Suit by doctors, hospitals seeks change in how arbitrators settle surprise billing cases
The AMA and AHA are not arguing to halt the law that protects patients from unexpected bills. Instead, they want to change the rules for the mediators who will settle the dispute between insurers and providers.
Two of the largest lobbying groups representing physicians and hospitals filed a lawsuit Thursday challenging a Biden administration decision on how to implement the law shielding patients from most surprise medical bills.
The lawsuit from the American Hospital Association and the American Medical Association does not seek to halt the law from going into effect in January. Instead, it seeks a change in a key provision in regulations issued in September.
At issue is how arbitrators will decide the amount insurers pay toward disputed out-of-network bills.
That was a main point of dispute in the long and contentious debate leading up to the passage of the No Surprises Act in late 2020 — and remains so a year later.
“Our legal challenge urges regulators to ensure there is a fair and meaningful process to resolve disputes between health care providers and insurance companies,” AMA President Gerald E. Harmon said in a written release.
Two other lawsuits — one from the Texas Medical Association and one from the Association of Air Medical Services — have been filed over the regulation.
“There has been a lot of political pressure, and now they are turning to the courts to get the outcome they want to see,” said Katie Keith, director of the Health Policy and the Law Initiative at Georgetown University Law Center.
The administration has defended its interpretation of the law, with Health and Human Services Secretary Xavier Becerra telling KHN and NPR last month that if the arbitration process were “wide open” costs would go up, so it set up a system that “provides the guideposts to keep us efficient, transparent and cost-effective.”
The No Surprises law is designed to address a common practice: providers sending large, unexpected bills to patients who receive out-of-network care from physicians, laboratories, hospitals or air ambulance services.
Starting in January, the law bars most such balance bills. Instead, insured patients will pay only what they would have if the care had been provided by an in-network facility or physician. It directs insurers and the medical providers to work out whether any more is owed.
If they can’t agree, the dispute moves to “baseball-style” arbitration, in which both sides put forth their best offer and an arbitrator picks one, with the loser paying the arbitration cost, which the rule sets for next year as between $200 and $500.

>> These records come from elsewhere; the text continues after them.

@numba.njit(cache=True)
def _nearest_kernel(px, py, x, y, tx, ty, seglen, cum, bx0, bx1, by0, by1, lo, hi, left, right,
                    tie):  # pragma: no cover - compiled
    """Nearest segment and along-segment distance of every point.

    Returns the segment index and the foot distance along it (clamped to
    ``[0, seglen]``) and the raw (unclamped) along-segment distance.  Equal
    distances (within ``tie`` metres) go to the lower chainage.
    """
    n = px.size
    best_seg = np.full(n, -1, np.int64)
    best_t = np.full(n, np.nan)
    best_raw = np.full(n, np.nan)
    best_dist = np.full(n, np.nan)
    stack = np.empty(256, np.int64)
    for i in range(n):
        p = px[i]
        q = py[i]
        if not (np.isfinite(p) and np.isfinite(q)):
            continue
        bd = np.inf
        bs = np.inf
        bk = -1
        bt = 0.0
        br = 0.0
        top = 0
        stack[0] = 0
        top = 1
        while top > 0:
            top -= 1
            node = stack[top]
            lim = bd + tie
            if _box_d2(p, q, bx0[node], bx1[node], by0[node], by1[node]) > lim * lim:
                continue
            lnode = left[node]
            if lnode < 0:
                for k in range(lo[node], hi[node]):
                    dx = p - x[k]
                    dy = q - y[k]
                    raw = dx * tx[k] + dy * ty[k]
                    t = raw
                    if t < 0.0:
                        t = 0.0
                    elif t > seglen[k]:
                        t = seglen[k]
                    ex = dx - t * tx[k]
                    ey = dy - t * ty[k]
                    d = math.sqrt(ex * ex + ey * ey)
                    s = cum[k] + t
                    if d < bd - tie or (d <= bd + tie and s < bs):
                        bd = d
                        bs = s
                        bk = k
                        bt = t
                        br = raw
            else:
                rnode = right[node]
                dl = _box_d2(p, q, bx0[lnode], bx1[lnode], by0[lnode], by1[lnode])
                dr = _box_d2(p, q, bx0[rnode], bx1[rnode], by0[rnode], by1[rnode])
                # push the farther first so that the nearer is searched first
                if dl <= dr:
                    stack[top] = rnode
                    stack[top + 1] = lnode
                else:
                    stack[top] = lnode
                    stack[top + 1] = rnode
                top += 2
        best_seg[i] = bk
        best_t[i] = bt
        best_raw[i] = br
        best_dist[i] = bd
    return best_seg, best_t, best_raw, best_dist
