"""First arrivals and phase-by-phase travel times on a 2D grid by fast marching.

The section (chainage along the line, depth below the datum) is sampled on a
square grid of spacing ``h``.  Travel times solve the eikonal equation
:math:`|\\nabla T| = 1/v` by the fast marching method of Sethian (1996, PNAS 93,
1591-1595) with second-order upwind differences, compiled with numba
(:mod:`geosect.model._fmm_kernels`), and with triangle updates from diagonal
neighbours.  Nodes above a DEM surface are air and are not traversed: the row
right above the ground is marched for the sake of the ground nodes at the steps
of the staircase surface (first-order use only), the air above it only receives
times extrapolated from the ground, so that a receiver on the surface can be
read by bilinear interpolation.

Phases are computed by the multistage scheme of Rawlinson & Sambridge (2004,
"Wave front evolution in strongly heterogeneous layered media using the fast
marching method", Geophys. J. Int. 156, 631-647): the wave front is marched
through one layer at a time, and the times it leaves on an interface start the
march in the next layer: down (transmission), back up into the same layer
(``reflection:<name>``), or, where the times along the top of the layer below
overtake the incident ones, up from the refractor (``head:<name>``).  The
times are carried across an interface at its true depth (between grid rows),
not at the nearest row: they are interpolated onto the interface from the side
just marched, and the two grid rows of the next layer along the interface take
the least time over nearby interface points (Huygens' principle, which keeps
Snell's law and the curvature of the front).  See ``docs/methods-eikonal.md``.

``first`` is, by default, the earliest of the direct (transmitted) wave and of
every head/turning wave of the multistage scheme; ``method='grid'`` gives
instead the classic single march through the whole gridded model (any path,
interfaces as the grid sees them, with cell-averaged slowness at interfaces).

The regulation issued Sept. 30 directs arbitrators to lean toward picking the amount closest to the median in-network rate negotiated for the type of care involved, although they can also consider other factors, such as the experience of the provider, the type of hospital and the complexity of the treatment.
Congress wrote into the legislation that arbitrators could not consider “billed charges,” which are often highly inflated amounts hospitals and doctors set as what they want to be paid, nor could they consider the lowest payment amounts, including reimbursement rates from Medicaid and Medicare.
The lawsuit, filed in U.S District Court for the District of Columbia, alleges that giving weight to the in-network median rate “places a heavy thumb on the scale” against medical providers and “barely resembles” the process Congress created.
Congress, it alleges, prescribed “no particular weight or presumption for any one factor,” instead directing arbitrators to consider all factors. Focusing on median in-network rates will “prevent fair and adequate compensation.”
The regulation’s focus on median rates while allowing for other factors is cited by policy experts as an effort to avoid inflationary effects seen in a few places where state balance bill laws allowed arbitrators to consider awarding a percentage of the inflated billed charges.
They also note it is one intention of the law to help reduce high out-of-network costs.
“The way the law is crafted, you only lose money if you were personally profiting from the leverage that surprise billing gives,” said Loren Adler, associate director of the USC-Brookings Schaeffer Initiative for Health Policy.
Some doctors, he said, will see a reduction in payments. But, he noted, “those below the median, meaning half, will see some increase in leverage.”
He and Keith also said the focus on in-network rates in the regulation was not unexpected.
Keith, in an article for Health Affairs looking at the other two lawsuits against the regulation, noted that the Congressional Budget Office estimate of the law’s effect on premiums (savings of between 0.5% and 1% most years) “hinged on the assumption” that the amounts settled upon during disputes would “generally be consistent” with median in-network rates.
Joining with the AMA and the AHA in the lawsuit are plaintiffs Renown Health, UMass Memorial Health and two North Carolina physicians.